> Goal of the exercise
Look through the entries below and extract exactly the lines from the one containing "filename server/alarms/demo-alarm-limits.ts" through the one containing "demo level set", ends included.
=======
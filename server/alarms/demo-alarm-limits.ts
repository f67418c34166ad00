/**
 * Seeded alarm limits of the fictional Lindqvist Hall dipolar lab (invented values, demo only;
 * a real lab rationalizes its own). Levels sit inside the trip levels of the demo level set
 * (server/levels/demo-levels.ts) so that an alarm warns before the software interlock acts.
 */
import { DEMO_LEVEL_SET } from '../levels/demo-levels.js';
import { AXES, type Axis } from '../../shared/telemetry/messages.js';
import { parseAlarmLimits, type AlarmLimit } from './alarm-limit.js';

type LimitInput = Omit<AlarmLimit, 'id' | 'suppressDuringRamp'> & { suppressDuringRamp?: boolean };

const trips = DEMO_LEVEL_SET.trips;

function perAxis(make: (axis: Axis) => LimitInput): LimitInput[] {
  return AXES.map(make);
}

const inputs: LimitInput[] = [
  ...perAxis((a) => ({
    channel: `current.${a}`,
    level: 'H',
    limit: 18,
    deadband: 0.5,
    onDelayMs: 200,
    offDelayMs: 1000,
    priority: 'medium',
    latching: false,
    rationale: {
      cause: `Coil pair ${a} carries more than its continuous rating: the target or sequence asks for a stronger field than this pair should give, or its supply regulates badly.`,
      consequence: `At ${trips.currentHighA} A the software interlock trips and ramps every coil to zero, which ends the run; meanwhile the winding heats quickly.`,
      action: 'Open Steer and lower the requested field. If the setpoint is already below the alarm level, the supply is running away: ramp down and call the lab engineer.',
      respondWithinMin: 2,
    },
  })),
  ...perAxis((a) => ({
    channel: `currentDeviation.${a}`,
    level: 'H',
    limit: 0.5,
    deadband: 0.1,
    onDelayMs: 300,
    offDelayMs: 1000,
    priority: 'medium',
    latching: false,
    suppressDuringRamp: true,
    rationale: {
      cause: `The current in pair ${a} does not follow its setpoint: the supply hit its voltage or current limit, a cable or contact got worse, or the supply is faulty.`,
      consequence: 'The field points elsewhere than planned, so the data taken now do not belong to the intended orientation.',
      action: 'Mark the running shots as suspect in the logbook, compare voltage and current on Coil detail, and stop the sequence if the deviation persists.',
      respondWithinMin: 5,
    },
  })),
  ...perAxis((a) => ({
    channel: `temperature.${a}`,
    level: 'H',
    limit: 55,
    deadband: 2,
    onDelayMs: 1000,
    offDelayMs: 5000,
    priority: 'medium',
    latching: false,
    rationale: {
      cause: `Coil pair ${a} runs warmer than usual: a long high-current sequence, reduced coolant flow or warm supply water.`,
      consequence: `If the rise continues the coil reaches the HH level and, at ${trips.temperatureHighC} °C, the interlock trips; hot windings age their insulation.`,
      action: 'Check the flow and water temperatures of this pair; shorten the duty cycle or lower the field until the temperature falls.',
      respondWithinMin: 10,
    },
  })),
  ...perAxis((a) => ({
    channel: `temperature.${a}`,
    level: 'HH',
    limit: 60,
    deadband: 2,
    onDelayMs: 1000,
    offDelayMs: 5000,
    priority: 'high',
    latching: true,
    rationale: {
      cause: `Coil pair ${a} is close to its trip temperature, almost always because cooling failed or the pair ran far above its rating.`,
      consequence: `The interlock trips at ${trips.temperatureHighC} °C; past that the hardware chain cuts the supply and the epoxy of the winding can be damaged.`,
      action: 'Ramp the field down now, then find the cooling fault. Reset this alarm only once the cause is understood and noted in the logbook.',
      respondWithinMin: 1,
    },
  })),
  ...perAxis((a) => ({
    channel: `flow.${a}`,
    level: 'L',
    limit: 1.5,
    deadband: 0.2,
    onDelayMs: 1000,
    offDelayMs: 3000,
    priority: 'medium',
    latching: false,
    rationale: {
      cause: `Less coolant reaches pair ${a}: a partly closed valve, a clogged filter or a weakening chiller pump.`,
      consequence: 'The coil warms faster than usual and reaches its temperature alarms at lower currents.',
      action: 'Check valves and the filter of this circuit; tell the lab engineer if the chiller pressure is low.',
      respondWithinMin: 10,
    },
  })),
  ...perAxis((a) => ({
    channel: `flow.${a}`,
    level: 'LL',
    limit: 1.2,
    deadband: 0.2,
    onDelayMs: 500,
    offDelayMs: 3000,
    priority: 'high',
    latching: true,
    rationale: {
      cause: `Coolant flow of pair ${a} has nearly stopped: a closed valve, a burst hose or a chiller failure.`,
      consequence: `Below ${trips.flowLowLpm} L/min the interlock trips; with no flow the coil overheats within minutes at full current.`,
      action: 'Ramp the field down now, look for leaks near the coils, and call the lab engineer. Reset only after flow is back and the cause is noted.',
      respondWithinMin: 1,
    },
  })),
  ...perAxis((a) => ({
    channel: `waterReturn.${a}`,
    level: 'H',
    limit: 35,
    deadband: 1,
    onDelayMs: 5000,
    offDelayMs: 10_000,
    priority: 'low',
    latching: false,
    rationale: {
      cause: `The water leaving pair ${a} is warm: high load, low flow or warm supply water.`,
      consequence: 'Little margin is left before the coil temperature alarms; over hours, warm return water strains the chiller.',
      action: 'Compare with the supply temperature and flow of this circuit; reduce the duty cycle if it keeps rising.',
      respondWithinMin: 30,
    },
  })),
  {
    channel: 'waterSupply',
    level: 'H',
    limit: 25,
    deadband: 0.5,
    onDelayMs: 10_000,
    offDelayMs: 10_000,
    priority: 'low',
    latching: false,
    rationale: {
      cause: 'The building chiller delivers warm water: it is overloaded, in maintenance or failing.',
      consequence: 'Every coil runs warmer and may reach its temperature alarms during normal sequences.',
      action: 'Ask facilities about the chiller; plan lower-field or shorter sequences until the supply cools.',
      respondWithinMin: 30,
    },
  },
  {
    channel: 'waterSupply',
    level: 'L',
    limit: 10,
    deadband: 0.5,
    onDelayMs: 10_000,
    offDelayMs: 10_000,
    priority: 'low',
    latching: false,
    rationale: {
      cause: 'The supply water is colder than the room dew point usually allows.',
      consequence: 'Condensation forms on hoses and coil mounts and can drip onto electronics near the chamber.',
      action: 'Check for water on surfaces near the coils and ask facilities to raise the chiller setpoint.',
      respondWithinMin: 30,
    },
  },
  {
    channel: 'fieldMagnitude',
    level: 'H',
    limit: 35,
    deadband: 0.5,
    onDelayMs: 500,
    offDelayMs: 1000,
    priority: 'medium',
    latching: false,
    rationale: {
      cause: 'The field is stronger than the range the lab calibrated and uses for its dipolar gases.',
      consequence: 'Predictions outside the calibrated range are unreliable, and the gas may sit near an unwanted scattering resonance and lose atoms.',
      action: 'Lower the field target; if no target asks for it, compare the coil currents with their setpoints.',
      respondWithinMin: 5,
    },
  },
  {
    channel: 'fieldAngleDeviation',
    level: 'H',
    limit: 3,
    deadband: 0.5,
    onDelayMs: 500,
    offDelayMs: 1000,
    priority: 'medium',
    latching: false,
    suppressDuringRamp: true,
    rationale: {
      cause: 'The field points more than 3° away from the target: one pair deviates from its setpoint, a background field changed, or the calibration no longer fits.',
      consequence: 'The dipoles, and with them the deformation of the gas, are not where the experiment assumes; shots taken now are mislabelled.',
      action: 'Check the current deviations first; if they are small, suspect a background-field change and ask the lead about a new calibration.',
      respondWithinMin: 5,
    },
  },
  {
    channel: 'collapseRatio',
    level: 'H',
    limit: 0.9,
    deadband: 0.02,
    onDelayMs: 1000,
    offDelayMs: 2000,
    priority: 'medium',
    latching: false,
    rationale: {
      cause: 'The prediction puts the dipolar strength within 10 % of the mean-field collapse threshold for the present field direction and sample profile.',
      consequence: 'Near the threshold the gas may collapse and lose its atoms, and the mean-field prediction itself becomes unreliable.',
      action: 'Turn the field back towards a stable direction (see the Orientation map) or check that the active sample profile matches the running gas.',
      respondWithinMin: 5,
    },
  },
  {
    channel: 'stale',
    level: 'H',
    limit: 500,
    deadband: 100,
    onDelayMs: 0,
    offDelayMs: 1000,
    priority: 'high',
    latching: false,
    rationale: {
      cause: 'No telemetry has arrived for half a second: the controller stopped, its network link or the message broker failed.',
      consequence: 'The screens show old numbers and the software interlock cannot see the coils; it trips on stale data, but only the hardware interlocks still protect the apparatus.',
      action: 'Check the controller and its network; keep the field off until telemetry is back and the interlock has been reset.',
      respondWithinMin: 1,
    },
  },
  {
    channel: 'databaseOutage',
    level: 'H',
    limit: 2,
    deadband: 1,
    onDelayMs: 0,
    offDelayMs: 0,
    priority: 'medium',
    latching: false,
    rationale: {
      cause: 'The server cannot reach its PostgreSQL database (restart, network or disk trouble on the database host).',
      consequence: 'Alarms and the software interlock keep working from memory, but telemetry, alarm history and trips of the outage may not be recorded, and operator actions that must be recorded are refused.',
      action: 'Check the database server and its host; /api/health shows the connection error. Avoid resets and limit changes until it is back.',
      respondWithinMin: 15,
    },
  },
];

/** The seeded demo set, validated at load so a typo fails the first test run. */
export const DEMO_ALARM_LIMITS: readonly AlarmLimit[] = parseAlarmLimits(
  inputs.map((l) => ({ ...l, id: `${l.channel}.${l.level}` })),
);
=======
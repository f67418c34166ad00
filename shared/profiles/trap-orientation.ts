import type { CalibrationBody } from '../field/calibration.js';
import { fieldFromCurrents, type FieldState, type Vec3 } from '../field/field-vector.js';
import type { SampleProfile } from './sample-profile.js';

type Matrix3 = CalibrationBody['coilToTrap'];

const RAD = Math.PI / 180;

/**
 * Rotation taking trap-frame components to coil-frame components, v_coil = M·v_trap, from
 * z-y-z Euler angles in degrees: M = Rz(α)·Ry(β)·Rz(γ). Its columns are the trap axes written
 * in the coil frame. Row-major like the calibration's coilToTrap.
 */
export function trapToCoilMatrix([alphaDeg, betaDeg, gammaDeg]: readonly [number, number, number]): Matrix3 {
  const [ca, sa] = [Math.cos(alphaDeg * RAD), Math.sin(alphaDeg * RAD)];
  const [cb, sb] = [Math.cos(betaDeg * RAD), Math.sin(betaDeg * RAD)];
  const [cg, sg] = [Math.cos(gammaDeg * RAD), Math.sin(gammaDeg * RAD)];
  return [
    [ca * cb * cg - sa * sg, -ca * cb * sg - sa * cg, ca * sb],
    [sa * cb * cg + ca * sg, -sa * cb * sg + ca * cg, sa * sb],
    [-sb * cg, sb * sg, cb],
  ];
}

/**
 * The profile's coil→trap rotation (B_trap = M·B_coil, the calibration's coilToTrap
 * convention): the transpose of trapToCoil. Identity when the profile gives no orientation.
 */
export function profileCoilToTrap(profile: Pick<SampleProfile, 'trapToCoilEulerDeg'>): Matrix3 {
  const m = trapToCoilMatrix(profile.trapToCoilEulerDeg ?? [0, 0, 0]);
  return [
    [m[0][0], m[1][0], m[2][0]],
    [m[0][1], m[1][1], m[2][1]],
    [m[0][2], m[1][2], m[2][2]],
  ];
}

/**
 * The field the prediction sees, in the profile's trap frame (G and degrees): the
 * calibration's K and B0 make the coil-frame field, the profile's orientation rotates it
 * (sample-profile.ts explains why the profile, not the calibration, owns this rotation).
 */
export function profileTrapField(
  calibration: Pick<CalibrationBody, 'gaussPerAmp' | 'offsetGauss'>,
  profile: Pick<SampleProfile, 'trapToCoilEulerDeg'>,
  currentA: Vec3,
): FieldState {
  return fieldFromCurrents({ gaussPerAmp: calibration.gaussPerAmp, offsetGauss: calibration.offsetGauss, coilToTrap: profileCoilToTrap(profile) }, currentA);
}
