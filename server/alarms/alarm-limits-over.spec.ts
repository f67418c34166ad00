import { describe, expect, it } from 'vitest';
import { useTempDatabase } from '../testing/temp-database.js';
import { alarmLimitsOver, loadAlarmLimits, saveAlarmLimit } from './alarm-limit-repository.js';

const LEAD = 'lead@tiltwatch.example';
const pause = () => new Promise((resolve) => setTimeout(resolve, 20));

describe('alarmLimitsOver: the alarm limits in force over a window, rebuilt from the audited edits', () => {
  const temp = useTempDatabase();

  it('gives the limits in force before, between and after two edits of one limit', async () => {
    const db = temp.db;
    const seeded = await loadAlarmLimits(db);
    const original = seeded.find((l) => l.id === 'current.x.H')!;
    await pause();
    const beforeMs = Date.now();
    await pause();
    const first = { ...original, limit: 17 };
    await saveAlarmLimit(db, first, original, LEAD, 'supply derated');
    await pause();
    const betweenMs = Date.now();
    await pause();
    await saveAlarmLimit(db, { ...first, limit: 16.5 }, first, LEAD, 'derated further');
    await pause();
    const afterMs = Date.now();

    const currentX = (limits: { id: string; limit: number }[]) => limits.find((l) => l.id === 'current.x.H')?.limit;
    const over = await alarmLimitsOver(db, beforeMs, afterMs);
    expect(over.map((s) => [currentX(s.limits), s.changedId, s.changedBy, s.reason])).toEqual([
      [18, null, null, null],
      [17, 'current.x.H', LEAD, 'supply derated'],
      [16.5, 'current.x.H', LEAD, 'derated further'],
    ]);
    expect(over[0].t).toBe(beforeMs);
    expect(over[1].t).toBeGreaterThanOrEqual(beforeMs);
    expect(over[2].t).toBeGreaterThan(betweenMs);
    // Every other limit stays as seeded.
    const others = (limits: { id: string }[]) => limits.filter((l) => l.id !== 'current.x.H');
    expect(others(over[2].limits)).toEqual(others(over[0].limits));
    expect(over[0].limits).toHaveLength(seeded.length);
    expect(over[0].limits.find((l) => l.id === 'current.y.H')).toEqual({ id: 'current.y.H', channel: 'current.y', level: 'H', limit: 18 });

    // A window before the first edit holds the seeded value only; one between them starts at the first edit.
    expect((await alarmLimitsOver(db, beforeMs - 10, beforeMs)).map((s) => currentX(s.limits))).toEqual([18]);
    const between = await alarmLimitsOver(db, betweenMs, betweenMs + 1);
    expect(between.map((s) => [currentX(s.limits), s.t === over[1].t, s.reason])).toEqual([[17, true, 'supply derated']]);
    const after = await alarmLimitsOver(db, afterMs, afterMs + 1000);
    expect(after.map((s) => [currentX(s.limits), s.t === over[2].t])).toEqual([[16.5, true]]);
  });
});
=======
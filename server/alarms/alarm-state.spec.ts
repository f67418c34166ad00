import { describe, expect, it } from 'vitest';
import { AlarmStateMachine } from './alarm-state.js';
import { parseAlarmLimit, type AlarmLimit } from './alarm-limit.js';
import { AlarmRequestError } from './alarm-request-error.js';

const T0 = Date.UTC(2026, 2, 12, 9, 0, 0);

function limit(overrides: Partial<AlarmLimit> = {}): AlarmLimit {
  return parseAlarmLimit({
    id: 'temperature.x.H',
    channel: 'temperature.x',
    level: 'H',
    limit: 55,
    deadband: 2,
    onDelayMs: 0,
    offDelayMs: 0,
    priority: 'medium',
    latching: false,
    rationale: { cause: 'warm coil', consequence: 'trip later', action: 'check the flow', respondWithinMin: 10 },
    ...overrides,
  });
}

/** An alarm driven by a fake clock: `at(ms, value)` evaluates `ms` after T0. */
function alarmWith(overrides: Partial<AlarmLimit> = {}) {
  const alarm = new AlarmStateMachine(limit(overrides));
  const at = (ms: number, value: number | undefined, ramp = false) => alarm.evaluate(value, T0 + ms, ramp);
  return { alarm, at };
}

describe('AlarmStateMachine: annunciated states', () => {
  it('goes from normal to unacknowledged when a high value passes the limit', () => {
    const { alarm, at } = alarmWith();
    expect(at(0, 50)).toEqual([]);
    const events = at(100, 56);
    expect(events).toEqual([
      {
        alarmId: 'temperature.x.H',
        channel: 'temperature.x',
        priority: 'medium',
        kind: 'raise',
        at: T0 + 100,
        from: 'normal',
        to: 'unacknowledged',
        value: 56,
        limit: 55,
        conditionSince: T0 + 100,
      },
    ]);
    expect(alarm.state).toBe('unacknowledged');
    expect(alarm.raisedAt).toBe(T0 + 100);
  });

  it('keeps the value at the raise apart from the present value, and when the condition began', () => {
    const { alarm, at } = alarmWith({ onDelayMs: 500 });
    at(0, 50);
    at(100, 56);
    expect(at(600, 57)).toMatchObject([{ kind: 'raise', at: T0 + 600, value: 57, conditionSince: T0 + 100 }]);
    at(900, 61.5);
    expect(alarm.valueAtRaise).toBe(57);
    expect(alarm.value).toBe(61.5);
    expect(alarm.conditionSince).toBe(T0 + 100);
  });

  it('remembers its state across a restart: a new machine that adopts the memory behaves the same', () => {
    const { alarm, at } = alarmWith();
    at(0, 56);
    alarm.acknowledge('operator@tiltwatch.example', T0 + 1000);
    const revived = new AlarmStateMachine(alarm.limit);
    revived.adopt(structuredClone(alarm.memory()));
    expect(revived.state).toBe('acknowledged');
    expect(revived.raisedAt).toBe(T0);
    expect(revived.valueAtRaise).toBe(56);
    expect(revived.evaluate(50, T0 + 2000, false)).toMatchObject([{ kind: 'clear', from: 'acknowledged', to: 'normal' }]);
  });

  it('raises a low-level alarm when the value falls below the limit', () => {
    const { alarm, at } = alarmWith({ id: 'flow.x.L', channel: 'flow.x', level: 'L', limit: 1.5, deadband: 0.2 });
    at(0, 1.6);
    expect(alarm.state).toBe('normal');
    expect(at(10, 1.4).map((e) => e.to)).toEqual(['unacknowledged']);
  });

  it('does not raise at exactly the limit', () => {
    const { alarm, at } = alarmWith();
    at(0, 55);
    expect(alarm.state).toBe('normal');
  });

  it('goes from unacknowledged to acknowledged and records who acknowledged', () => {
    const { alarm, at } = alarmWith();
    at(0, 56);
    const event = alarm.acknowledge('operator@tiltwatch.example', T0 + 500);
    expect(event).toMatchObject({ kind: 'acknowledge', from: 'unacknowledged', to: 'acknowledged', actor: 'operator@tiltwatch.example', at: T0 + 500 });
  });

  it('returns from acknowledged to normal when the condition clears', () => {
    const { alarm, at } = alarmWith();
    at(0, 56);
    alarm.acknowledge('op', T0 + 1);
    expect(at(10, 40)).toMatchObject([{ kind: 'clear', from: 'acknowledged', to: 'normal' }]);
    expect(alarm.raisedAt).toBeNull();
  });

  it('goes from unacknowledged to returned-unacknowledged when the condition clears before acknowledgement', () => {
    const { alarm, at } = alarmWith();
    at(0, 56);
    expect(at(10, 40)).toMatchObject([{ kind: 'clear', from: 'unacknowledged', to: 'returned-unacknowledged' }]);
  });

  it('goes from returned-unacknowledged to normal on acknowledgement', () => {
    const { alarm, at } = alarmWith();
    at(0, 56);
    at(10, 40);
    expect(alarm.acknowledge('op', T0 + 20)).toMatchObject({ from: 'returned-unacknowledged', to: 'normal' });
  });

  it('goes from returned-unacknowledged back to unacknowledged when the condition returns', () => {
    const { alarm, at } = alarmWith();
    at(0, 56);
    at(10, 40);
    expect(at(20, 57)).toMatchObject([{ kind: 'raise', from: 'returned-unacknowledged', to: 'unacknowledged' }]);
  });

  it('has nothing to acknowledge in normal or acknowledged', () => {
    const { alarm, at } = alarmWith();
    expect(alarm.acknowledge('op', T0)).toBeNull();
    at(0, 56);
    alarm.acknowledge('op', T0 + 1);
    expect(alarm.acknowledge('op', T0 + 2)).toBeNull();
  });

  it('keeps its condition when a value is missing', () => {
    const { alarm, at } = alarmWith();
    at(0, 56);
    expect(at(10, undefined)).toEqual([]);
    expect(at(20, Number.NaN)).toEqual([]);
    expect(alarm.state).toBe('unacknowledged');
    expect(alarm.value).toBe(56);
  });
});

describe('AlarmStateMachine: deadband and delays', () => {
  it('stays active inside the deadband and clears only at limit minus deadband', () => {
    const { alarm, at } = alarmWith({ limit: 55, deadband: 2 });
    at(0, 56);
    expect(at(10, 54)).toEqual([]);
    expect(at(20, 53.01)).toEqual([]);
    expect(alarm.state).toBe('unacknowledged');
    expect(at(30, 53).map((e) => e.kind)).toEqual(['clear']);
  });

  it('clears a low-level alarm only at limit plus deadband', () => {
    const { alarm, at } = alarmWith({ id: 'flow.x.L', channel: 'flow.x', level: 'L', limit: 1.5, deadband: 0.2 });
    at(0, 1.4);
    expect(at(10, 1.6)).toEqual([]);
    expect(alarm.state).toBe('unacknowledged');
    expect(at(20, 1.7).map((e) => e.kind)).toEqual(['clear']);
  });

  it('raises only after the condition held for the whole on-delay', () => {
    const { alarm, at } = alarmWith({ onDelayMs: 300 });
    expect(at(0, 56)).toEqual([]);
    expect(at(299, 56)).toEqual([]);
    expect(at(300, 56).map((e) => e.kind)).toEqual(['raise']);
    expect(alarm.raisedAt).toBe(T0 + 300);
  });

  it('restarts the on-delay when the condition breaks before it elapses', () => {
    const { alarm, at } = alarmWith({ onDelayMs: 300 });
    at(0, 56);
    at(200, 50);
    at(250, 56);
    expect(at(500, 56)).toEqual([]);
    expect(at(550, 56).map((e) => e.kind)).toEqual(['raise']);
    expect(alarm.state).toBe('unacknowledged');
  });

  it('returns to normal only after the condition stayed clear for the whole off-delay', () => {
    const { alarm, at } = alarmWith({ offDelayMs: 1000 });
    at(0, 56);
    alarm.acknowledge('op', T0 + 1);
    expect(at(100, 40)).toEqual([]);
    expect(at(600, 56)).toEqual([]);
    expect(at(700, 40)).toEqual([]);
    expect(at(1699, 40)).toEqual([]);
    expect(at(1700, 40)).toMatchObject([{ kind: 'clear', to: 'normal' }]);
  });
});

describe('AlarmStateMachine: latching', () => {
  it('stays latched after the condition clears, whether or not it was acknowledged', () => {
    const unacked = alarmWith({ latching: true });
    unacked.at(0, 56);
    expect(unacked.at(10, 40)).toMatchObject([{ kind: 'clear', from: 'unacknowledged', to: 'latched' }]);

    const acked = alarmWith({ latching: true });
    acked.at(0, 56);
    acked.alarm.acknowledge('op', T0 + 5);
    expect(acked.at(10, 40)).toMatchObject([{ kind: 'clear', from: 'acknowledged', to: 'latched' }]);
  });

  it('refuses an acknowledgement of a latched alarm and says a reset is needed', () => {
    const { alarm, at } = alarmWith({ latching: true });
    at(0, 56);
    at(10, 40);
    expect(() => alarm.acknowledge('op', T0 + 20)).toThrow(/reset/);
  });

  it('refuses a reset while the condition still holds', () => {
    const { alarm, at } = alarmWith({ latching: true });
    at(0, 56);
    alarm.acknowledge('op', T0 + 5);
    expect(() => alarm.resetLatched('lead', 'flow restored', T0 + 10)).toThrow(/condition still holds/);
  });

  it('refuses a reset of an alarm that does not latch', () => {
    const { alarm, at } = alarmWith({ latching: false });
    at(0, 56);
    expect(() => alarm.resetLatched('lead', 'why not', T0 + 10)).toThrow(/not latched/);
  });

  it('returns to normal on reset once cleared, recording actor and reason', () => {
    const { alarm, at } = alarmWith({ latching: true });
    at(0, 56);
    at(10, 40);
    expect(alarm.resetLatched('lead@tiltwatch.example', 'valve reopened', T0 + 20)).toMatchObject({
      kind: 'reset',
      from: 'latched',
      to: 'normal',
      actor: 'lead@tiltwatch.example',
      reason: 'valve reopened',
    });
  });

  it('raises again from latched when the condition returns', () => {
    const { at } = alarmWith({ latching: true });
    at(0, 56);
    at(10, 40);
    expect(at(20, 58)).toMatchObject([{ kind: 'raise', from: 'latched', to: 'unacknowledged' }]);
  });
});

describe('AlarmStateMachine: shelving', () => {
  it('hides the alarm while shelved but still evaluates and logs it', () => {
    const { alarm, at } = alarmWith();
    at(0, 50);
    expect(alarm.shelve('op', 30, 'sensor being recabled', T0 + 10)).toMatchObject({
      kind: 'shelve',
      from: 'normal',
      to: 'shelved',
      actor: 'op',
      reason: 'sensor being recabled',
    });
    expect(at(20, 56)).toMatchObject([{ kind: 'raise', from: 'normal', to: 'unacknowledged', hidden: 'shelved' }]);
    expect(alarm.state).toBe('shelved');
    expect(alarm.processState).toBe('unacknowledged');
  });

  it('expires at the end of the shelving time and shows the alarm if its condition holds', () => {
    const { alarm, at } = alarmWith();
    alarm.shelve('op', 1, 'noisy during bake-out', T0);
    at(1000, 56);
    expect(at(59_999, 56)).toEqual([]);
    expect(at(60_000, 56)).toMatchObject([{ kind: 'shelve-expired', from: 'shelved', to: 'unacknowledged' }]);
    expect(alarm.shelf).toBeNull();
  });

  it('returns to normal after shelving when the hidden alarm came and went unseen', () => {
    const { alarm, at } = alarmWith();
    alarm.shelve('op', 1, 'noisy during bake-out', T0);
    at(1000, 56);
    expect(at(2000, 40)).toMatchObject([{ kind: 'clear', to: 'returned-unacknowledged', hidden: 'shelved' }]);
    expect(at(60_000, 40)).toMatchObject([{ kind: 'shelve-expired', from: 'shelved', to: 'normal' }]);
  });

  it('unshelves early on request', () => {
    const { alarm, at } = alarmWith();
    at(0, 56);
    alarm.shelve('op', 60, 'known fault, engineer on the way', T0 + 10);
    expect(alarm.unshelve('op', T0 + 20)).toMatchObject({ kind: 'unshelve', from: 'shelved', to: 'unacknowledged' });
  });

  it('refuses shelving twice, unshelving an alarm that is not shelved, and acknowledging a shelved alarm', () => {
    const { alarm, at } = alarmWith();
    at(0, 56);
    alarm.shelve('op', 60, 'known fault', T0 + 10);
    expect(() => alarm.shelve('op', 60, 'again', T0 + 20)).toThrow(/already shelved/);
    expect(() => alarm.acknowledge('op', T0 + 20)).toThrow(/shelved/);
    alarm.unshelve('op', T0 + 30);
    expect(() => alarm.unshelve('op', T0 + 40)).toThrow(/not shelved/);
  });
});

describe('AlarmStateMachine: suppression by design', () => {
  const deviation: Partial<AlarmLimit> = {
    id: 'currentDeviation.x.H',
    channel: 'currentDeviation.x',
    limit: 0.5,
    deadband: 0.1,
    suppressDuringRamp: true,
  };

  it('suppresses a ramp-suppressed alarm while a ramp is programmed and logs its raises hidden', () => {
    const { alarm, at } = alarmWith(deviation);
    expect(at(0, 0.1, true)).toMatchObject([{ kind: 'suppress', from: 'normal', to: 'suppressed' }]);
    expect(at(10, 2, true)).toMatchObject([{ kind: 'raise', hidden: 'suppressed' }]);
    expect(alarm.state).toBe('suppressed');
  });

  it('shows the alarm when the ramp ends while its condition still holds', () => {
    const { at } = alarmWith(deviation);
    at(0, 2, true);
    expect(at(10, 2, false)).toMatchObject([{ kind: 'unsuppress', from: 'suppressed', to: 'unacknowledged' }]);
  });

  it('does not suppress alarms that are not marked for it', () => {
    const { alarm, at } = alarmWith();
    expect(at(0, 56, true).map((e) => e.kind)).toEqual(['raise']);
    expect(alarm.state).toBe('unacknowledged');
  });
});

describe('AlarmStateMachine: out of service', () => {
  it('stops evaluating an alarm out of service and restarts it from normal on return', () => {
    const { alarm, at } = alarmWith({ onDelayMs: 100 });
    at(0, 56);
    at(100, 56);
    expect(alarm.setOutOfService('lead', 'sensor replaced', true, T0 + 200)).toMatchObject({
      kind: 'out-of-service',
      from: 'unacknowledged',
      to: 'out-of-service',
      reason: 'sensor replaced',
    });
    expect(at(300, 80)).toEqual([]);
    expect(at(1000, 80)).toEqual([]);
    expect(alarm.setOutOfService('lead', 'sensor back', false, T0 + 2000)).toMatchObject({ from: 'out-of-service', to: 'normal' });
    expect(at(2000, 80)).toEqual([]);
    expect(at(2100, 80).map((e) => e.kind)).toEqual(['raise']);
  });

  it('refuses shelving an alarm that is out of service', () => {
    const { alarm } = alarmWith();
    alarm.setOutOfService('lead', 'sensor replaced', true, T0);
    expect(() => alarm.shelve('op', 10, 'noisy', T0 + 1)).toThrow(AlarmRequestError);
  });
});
=======
> Response
filename server/alarms/demo-alarm-limits.ts
repository f67418c34166ad00
/**
 * Seeded alarm limits of the fictional Lindqvist Hall dipolar lab (invented values, demo only;
 * a real lab rationalizes its own). Levels sit inside the trip levels of the demo level set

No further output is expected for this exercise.